Identification of m6A residues by direct detection is superior to that by bioinformatics predictions from MeRIP-Seq peaks (31). The reliability of bioinformatics prediction depends on the characteristics of the m6A peak. MeRIP-Seq can accurately predict m6A residues only with a single clear peak of a single m6A residue and is limited to the centrally-located DRACH motif (31). m6A residues usually cluster in mRNAs, resulting in multiple MeRIP-Seq peaks (2). Identification of m6A residues using miCLIP technology is not influenced by peak shapes and not confined to the centrally-located DRACH motif. Therefore, miCLIP can correctly identify m6A residues.

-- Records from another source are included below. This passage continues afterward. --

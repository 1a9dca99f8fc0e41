import { describe, expect, it } from "vitest";
import { builtUp, rectangle, translateSection } from "../../src/section/index.js";
import { sectionPeakShearStress, trySectionPeakShearStress, trySectionShearStressAt, trySectionShearStressProfile } from "../../src/stress/index.js";
import { solveBeam } from "../../src/beam/index.js";
import { checkMember, memberSection, memberStresses, tryCheckMember } from "../../src/check/index.js";
import { analyzeModel, parseModel } from "../../src/model/index.js";

// Invented: two 100 x 100 blocks stacked with a 20 mm gap between them (mm, N).
const gapped = builtUp([rectangle({ width: 100, depth: 100 }), translateSection(rectangle({ width: 100, depth: 100 }), { y: 120, z: 0 })]);

describe("shear stress on a section in separate pieces", () => {
  it("sectionPeakShearStress(two blocks with a gap) is refused with section-not-connected, not a zero in the gap", () => {
    for (const r of [trySectionPeakShearStress(1e4, gapped), trySectionShearStressProfile(1e4, gapped), trySectionShearStressAt(1e4, gapped, 0)]) {
      expect(r.ok).toBe(false);
      if (r.ok) continue;
      expect(r.error.issues.map((i) => [i.code, i.path, i["pieces"]])).toEqual([["section-not-connected", ["parts"], [[0], [1]]]]);
    }
    // blocks that meet only at a corner are separate pieces too
    const corner = builtUp([rectangle({ width: 100, depth: 100 }), translateSection(rectangle({ width: 100, depth: 100 }), { y: 100, z: 100 })]);
    expect(trySectionPeakShearStress(1, corner).ok).toBe(false);
    // closing the gap joins them: one 100 x 200 rectangle, 1.5 V / A (common practice)
    const joined = builtUp([rectangle({ width: 100, depth: 100 }), translateSection(rectangle({ width: 100, depth: 100 }), { y: 100, z: 0 })]);
    expect(sectionPeakShearStress(1e4, joined).stress).toBeCloseTo((1.5 * 1e4) / (100 * 200), 12);
  });

  it("memberStresses(section in pieces) gives bending and no shear; a shear limit is refused with the section's code", () => {
    const ms = memberSection(gapped);
    const solution = solveBeam({ length: 3000, stiffness: 1e13, supports: [{ kind: "pin", at: 0 }, { kind: "roller", at: 3000 }], loads: [{ kind: "point", at: 1500, value: 1e4 }] });
    const s = memberStresses(solution, ms);
    expect(s.shear).toBeNull();
    expect(s.tension.stress).toBeGreaterThan(0);
    expect(checkMember(solution, ms, { bendingStress: 100 }).checks.map((c) => c.check)).toEqual(["bending-tension", "bending-compression"]);
    const r = tryCheckMember(solution, ms, { shearStress: 1 });
    expect(r.ok || r.error.issues.map((i) => [i.code, i.path])).toEqual([["section-not-connected", ["sections", "shear", "parts"]]]);
  });

  it("analyzeModel(built-up section in pieces) warns section-not-connected and gives no shear stress", () => {
    const file = {
      units: { system: "siNewtonMillimetre" },
      length: 3000,
      E: 10_000,
      section: {
        shape: "built-up",
        parts: [
          { type: "polygon", points: [{ y: 0, z: 0 }, { y: 0, z: 100 }, { y: 100, z: 100 }, { y: 100, z: 0 }] },
          { type: "polygon", points: [{ y: 120, z: 0 }, { y: 120, z: 100 }, { y: 220, z: 100 }, { y: 220, z: 0 }] },
        ],
      },
      supports: [{ at: 0, type: "pin" }, { at: 3000, type: "roller" }],
      loads: [{ type: "point", at: 1500, value: 1e4 }],
    };
    const a = analyzeModel(parseModel(file));
    expect(a.warnings.map((w) => w.code)).toContain("section-not-connected");
    expect(a.stress?.shear).toBeUndefined();
    expect(a.stress?.tension.value).toBeGreaterThan(0);
  });
});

A DNA polymerase for direct m6A sequencing

At present, RNA samples are prepared by antibody-based enrichment of m6A residues prior to sequencing, as m6A modifications are usually lost after reverse transcription (25,26). The indirect detection may lead to a higher error rate, pushing the generation of novel DNA polymerase to sequence m6A directly (26). In this light, Aschenbrenner et al (26) developed a screening method to develop a reverse transcription-active KlenTaq DNA polymerase variant for labeling N6-methylation residues. A schematic diagram for the determination of m6A modification residues by the DNA polymerase for direct N6-methyladenosine sequencing is presented in Fig. 11.

Figure 11

Schematic diagram of a DNA polymerase for direct m6A sequencing. This is based on the reverse transcriptase variants exhibiting RT-signatures as a response to encountering a specific RNA modification. m6A, N6-methyladenosine; nt pos, nucleotide position; RT, reverse transcription.

HPLC

The development of HPLC occurred only 30 years ago; however, the development of this separation analysis technology is very rapid, and is now widely used, including in the detection of m6A modification (50). HPLC was firstly used to detect m6A modification in nine DNAs (50). Subsequently, Rana and Tuck (49) applied HPLC in the detection of m6A modification in a T7 RNA transcript coding for mouse dihydrofolate reductase by separating m6A from adenine, cytosine, uracil and so on. In a study by Jia et al (18), HPLC helped observe the changes of the m6A ratio in mRNAs following FTO treatment to better understand the function of FTO. The development of this in vitro methylation assay opened the door for studies investigating m6A levels in specific mRNAs or learn the biological significance of m6A modification.

6. Discussion

Detection of RNA modifications and study of their functions are emerging fields of research. The potential role of m6A modifications in regulating molecular and physiological processes in several organisms, particularly in RNA stability, splicing, transport, localization and translation, is valued (19,20,52,21,70-73). With the discovery of 'reader' proteins, the downstream molecular mechanisms of m6A modifications are gradually being clarified (21). There is strong evidence that m6A methylation is associated with RNA splicing and that 'readers' of m6A reduce the stability of RNA transcripts (21). After removal of m6A, a second class of proteins may bind to the RNAs, which may be affected by changes of the RNA secondary structure from m6A additions (74). Thus, the physiological effects of m6A modifications should be observed at multiple levels, including the tissue level, the pathway level, the cellular level and the molecular level (75). An increasing number of studies have suggested a link between m6A RNA modifications with cancer and other similar disease-associated processes (32,53,54,73,74-76). Detection of m6A modification in vitro can help identify the precise regulatory forms and synergistic roles of m6A modifications in cancer and other diseases (32,53,54,74-76). Certain m6A methylases, m6A demethylases or downstream genes have become prognostic factors for different cancer types (77-79). Certain abovementioned methods, including MeRIP-seq, could help identify the downstream genes and mutation sites (54,80). Therefore, detection of them in vitro may help diagnose and predict the final progress. The present review provides an overview of these methods to drive the elucidation of the biological roles of m6A and encourage their further development.